Humble Pi by Matt Parker

Humble Pi

by Matt Parker

**The First Ever Maths Book to be a No.1 Bestseller**
'Wonderful ... superb' Daily Mail

What makes a bridge wobble when it's not meant to? Billions of dollars mysteriously vanish into thin air? A building rock when its resonant frequency matches a gym class leaping to Snap's 1990 hit I've Got The Power? The answer is maths. Or, to be precise, what happens when maths goes wrong in the real world.

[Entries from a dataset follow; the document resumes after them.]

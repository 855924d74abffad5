import { and, asc, eq, isNull, sql } from "drizzle-orm";
import type { Db } from "../db/client";
import { runChunks, runs } from "../db/schema";
import type { RunKind, RunKinds } from "./kinds";
import type { ChunkJob } from "./queue";

export type ChunkOutcome = "computed" | "skipped";

/**
 * Works one chunk of a run: skips it when the run is over or the chunk is
 * already done (so a retried job never recomputes), stores its partial result,
 * advances the progress, and merges the result when it was the last chunk.
 */
export async function processChunk(db: Db, kinds: RunKinds, job: ChunkJob): Promise<ChunkOutcome> {
  const [run] = await db.select().from(runs).where(eq(runs.id, job.runId));
  if (!run || run.status === "cancelled" || run.status === "failed" || run.status === "succeeded") return "skipped";
  const [chunk] = await db.select().from(runChunks).where(and(eq(runChunks.runId, job.runId), eq(runChunks.chunkIndex, job.chunkIndex)));
  if (!chunk || chunk.finishedAt) return "skipped";
  const kind = kinds[run.kind] as RunKind<unknown, unknown, unknown> | undefined;
  if (!kind) throw new Error(`This worker does not know runs of kind “${run.kind}”.`);

  await db
    .update(runs)
    .set({ status: "running", startedAt: run.startedAt ?? new Date() })
    .where(and(eq(runs.id, run.id), eq(runs.status, "queued")));
  await db
    .update(runChunks)
    .set({ attempts: sql`${runChunks.attempts} + 1` })
    .where(and(eq(runChunks.runId, run.id), eq(runChunks.chunkIndex, job.chunkIndex)));

  const partial = await kind.runChunk(run.input, job.chunkIndex);

  const finished = await db.transaction(async (tx) => {
    const stored = await tx
      .update(runChunks)
      .set({ result: partial as object, finishedAt: new Date() })
      .where(and(eq(runChunks.runId, run.id), eq(runChunks.chunkIndex, job.chunkIndex), isNull(runChunks.finishedAt)))
      .returning({ i: runChunks.chunkIndex });
    if (stored.length === 0) return false; // another worker finished it first
    const [r] = await tx
      .update(runs)
      .set({ chunksDone: sql`${runs.chunksDone} + 1` })
      .where(eq(runs.id, run.id))
      .returning({ done: runs.chunksDone, total: runs.chunksTotal, status: runs.status });
    return r!.done === r!.total && r!.status === "running";
  });
  if (finished) await finishRun(db, kind, run.id, run.input);
  return "computed";
}

async function finishRun(db: Db, kind: RunKind<unknown, unknown, unknown>, runId: string, input: unknown): Promise<void> {
  const rows = await db.select({ result: runChunks.result }).from(runChunks).where(eq(runChunks.runId, runId)).orderBy(asc(runChunks.chunkIndex));
  try {
    const result = kind.merge(input, rows.map((r) => r.result));
    await db
      .update(runs)
      .set({ status: "succeeded", result: result as object, finishedAt: new Date() })
      .where(and(eq(runs.id, runId), eq(runs.status, "running")));
  } catch (err) {
    await failRun(db, runId, err);
  }
}

export async function failRun(db: Db, runId: string, err: unknown): Promise<void> {
  await db
    .update(runs)
    .set({ status: "failed", error: err instanceof Error ? err.message : String(err), finishedAt: new Date() })
    .where(and(eq(runs.id, runId), sql`${runs.status} in ('queued', 'running')`));
}
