/**
 * The Climate area's computations for the routes: λ(T) with its persistence
 * window and slope, fits of thermal responses to measurements, and
 * deterministic warming projections. Nothing is stored here; attaching a
 * fitted curve to a rate is an ordinary save of the life cycle.
 */
import {
  fitThermalResponse,
  lambdaCurve,
  lambdaSlope,
  parseNumericPairs,
  projectTrajectory,
  responseOptima,
  responseValue,
  SlopeUndefinedError,
  thermalModel,
  ThermalValueError,
  trajectoryTemperatures,
  type ThermalModel,
} from "../../shared/climate";
import { buildMatrices, LifeCycleFormulaError, type LifeCycle } from "../../shared/lifecycle";
import type { WarmingTrajectory } from "../../shared/lifecycle/thermal";
import type {
  ClimateFitRequest,
  ClimateFitResponse,
  ClimateLambdaRequest,
  ClimateLambdaResponse,
  ClimateTrajectoryResponse,
} from "../../shared/schemas/climate";
import { badRequest } from "../http/errors";

/** A model for the document, or a 400 naming the arrow whose formula breaks. */
export function thermalModelOrBadRequest(doc: LifeCycle, field = "document"): ThermalModel {
  if (doc.stages.length === 0) throw badRequest("The life cycle has no stages yet: add a stage first.", [{ path: `${field}.stages`, message: "Add at least one stage." }]);
  const m = buildMatrices(doc);
  if (m.errors.length > 0) {
    const index = new Map(doc.transitions.map((t, i) => [t.id, i]));
    const fields = m.errors.map((e) => ({ path: `${field}.transitions.${index.get(e.transitionId)}.rate`, message: e.message }));
    throw badRequest(`The life cycle cannot be analysed: ${fields[0]!.message}`, fields);
  }
  return thermalModel(doc);
}

/** Runs `fn`; a formula that fails at some temperature (a negative entry, say), or a response too large to compute with, is the request's problem. */
function atTemperatures<T>(doc: LifeCycle, fn: () => T, field = "document"): T {
  try {
    return fn();
  } catch (err) {
    if (err instanceof ThermalValueError) {
      const path = `${field}.rates.${doc.rates.findIndex((r) => r.id === err.rateId)}.thermal`;
      throw badRequest(`${path}: ${err.message}`, [{ path, message: err.message }]);
    }
    if (err instanceof SlopeUndefinedError) throw badRequest(`at: ${err.message}`, [{ path: "at", message: err.message }]);
    if (err instanceof LifeCycleFormulaError) {
      const index = new Map(doc.transitions.map((t, i) => [t.id, i]));
      const fields = err.errors.map((e) => ({ path: `${field}.transitions.${index.get(e.transitionId)}.rate`, message: `Under the thermal responses: ${e.message}` }));
      throw badRequest(fields[0]!.message, fields);
    }
    throw err;
  }
}

export function climateLambda(doc: LifeCycle, req: Omit<ClimateLambdaRequest, "document">): ClimateLambdaResponse {
  const model = thermalModelOrBadRequest(doc);
  return atTemperatures(doc, () => {
    const curve = lambdaCurve(model, { min: req.range.min, max: req.range.max, points: req.points });
    const w = curve.window[0];
    const at = req.at ?? (w ? (w.from + w.to) / 2 : (req.range.min + req.range.max) / 2);
    return { ...curve, timeStepUnit: doc.timeStepUnit, slope: lambdaSlope(model, at), responseOptima: responseOptima(model) };
  });
}

export function climateFit(req: ClimateFitRequest): ClimateFitResponse {
  let temperatures: number[];
  let values: number[];
  if (req.csv !== undefined) {
    const parsed = parseNumericPairs(req.csv, ["temperature", "value"]);
    if (!parsed.ok) throw badRequest(`csv: ${parsed.issues[0]!.message}`, parsed.issues.map((i) => ({ path: "csv", message: i.message })));
    temperatures = parsed.x;
    values = parsed.y;
    const bad = temperatures.findIndex((t) => t < -60 || t > 80);
    if (bad >= 0) throw badRequest(`csv: Row ${bad + 1}: the temperature ${temperatures[bad]} °C lies outside −60 to 80 °C; the first column is the temperature in °C.`, [{ path: "csv", message: `Row ${bad + 1}: the temperature ${temperatures[bad]} °C lies outside −60 to 80 °C.` }]);
  } else {
    temperatures = req.measurements!.map((m) => m.temperature);
    values = req.measurements!.map((m) => m.value);
  }
  if (values.some((v) => v < 0)) {
    const i = values.findIndex((v) => v < 0);
    throw badRequest(`Measurement ${i + 1} is negative (${values[i]}); a rate or hazard is ≥ 0.`, [{ path: req.csv !== undefined ? "csv" : `measurements.${i}.value`, message: "A rate or hazard is ≥ 0." }]);
  }
  if (new Set(temperatures).size < 3) throw badRequest("Measure at 3 or more different temperatures to fit a curve.", [{ path: req.csv !== undefined ? "csv" : "measurements", message: "Measure at 3 or more different temperatures." }]);
  let fit;
  try {
    fit = fitThermalResponse(temperatures, values, { form: req.form, appliesTo: req.appliesTo, referenceTemperature: req.referenceTemperature });
  } catch (err) {
    if (err instanceof RangeError) throw badRequest(err.message, [{ path: req.csv !== undefined ? "csv" : "measurements", message: err.message }]);
    throw err;
  }
  const lo = Math.min(...temperatures);
  const hi = Math.max(...temperatures);
  const pad = 0.1 * Math.max(1, hi - lo);
  const grid = Array.from({ length: 121 }, (_, i) => lo - pad + ((hi - lo + 2 * pad) * i) / 120);
  return { ...fit, temperatures, values, curve: { temperatures: grid, values: grid.map((t) => responseValue(fit.response, t)) } };
}

export function climateTrajectory(doc: LifeCycle, trajectory: WarmingTrajectory, initialTotal = 1000): ClimateTrajectoryResponse {
  const model = thermalModelOrBadRequest(doc);
  const { years, temperatures } = trajectoryTemperatures(trajectory);
  return atTemperatures(doc, () => ({ ...projectTrajectory(model, years, temperatures, initialTotal), timeStepUnit: doc.timeStepUnit }));
}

As Matt Parker shows us, our modern lives are built on maths: computer programmes, finance, engineering. And most of the time this maths works quietly behind the scenes, until ... it doesn't. Exploring and explaining a litany of glitches, near-misses and mishaps involving the internet, big data, elections, street signs, lotteries, the Roman empire and a hapless Olympic shooting team, Matt Parker shows us the bizarre ways maths trips us up, and what this reveals about its essential place in our world.

Mathematics doesn't have good 'people skills', but we would all be better off, he argues, if we saw it as a practical ally. This book shows how, by making maths our friend, we can learn from its pitfalls. It also contains puzzles, challenges, geometric socks, jokes about binary code and three deliberate mistakes. Getting it wrong has never been more fun.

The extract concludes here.